==== DATASET RECORDS ====
def test_the_base_coil_raises_none_of_the_rules_for_other_coils():
    # the invented base coil (ntu, a valve sized for it, a plain trap with 18 in of fill
    # head into an open return): none of the findings its scenarios above raise by a change
    codes = {f.code for f in analyse().findings}
    assert not codes & {"method-below-set-point", "valve-oversized", "valve-too-small", "trap-capacity-short",
                        "pump-trap-motive-low", "hydraulic-shock", "trap-differential-over-rating"}, codes


def test_hydraulic_shock_of_a_column_stopped_up_a_lift_says_so_and_the_flash():
    # a 40 psig coil's plain trap lifting 8 ft through 100 ft of 1/2 in line rated
    # 15 psig: the column the trap stops (not a pump-trap's check valve, the case
    # above), with the flash that drives it
    r = analyse(steam={"supply_pressure": "60 psig"}, design={"steam_pressure": "40 psig"},
                drain={"lift": "8 ft", "return_line": "0.5 in", "return_length": "100 ft",
                       "return_rating": "15 psig"})
    column = found(r, "hydraulic-shock")
    assert column is not None and "column" in column.parts and "flash" in column.parts


def test_freeze_risk_counts_the_bins_hours_in_freezing_air_above_the_stall():
    # the load bins' hours with the air entering below freezing and at or above the stall
    # point's entering temperature (where the coil floods), by hand
    bins = [(-5, 100), (10, 200), (20, 300), (28, 250), (40, 400)]
    r = analyse(drain={"lift": "8 ft"}, load={"minimum": 0.0, "bins": [
        {"inlet_temperature": f"{t} degF", "hours": h} for t, h in bins]})
    f = found(r, "freeze-risk")
    assert f is not None and "hours" in f.parts
    t_stall = r.stall.inlet_temperature
    assert f.facts["hours"] == sum(h for t, h in bins if t_stall <= f_to_k(t) < 273.15) > 0


def test_freeze_risk_of_a_valve_flooded_coil_counts_the_weather_year_s_hours():
    # the too-small valve floods the coil from its load up, in the coldest air, and the
    # coil stalls by the stall rule in the mildest: with the Greensboro year (all year,
    # all day), the hours below freezing in either span, by hand from the file. At fixed
    # air flow the air entering at load f is 55 °F − f·55 °F (the load definition).
    site = {"weather": GREENSBORO, "elevation": "273 m"}
    r = analyse(site=site, valve={"cv": 5}, load={"minimum": 0.0})
    f = found(r, "freeze-risk")
    assert f is not None and "valve" in f.parts and "year" in f.parts
    hours, _ = greensboro_hours()
    mildest = r.stall.inlet_temperature - 273.15
    coldest = (55.0 - r.stall.valve_load_fraction * 55.0 - 32.0) / 1.8
    assert f.facts["hours"] == sum(1 for t in hours if t < 0.0 and (t >= mildest or t <= coldest)) > 0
====
▶ YOUR TASK
Above are the entries. Quote exactly the lines from the one bearing "# the too-small" through the one bearing "coldest = (55.0".

▶ ANSWER SECTION
    # the too-small valve floods the coil from its load up, in the coldest air, and the
    # coil stalls by the stall rule in the mildest: with the Greensboro year (all year,
    # all day), the hours below freezing in either span, by hand from the file. At fixed
    # air flow the air entering at load f is 55 °F − f·55 °F (the load definition).
    site = {"weather": GREENSBORO, "elevation": "273 m"}
    r = analyse(site=site, valve={"cv": 5}, load={"minimum": 0.0})
    f = found(r, "freeze-risk")
    assert f is not None and "valve" in f.parts and "year" in f.parts
    hours, _ = greensboro_hours()
    mildest = r.stall.inlet_temperature - 273.15
    coldest = (55.0 - r.stall.valve_load_fraction * 55.0 - 32.0) / 1.8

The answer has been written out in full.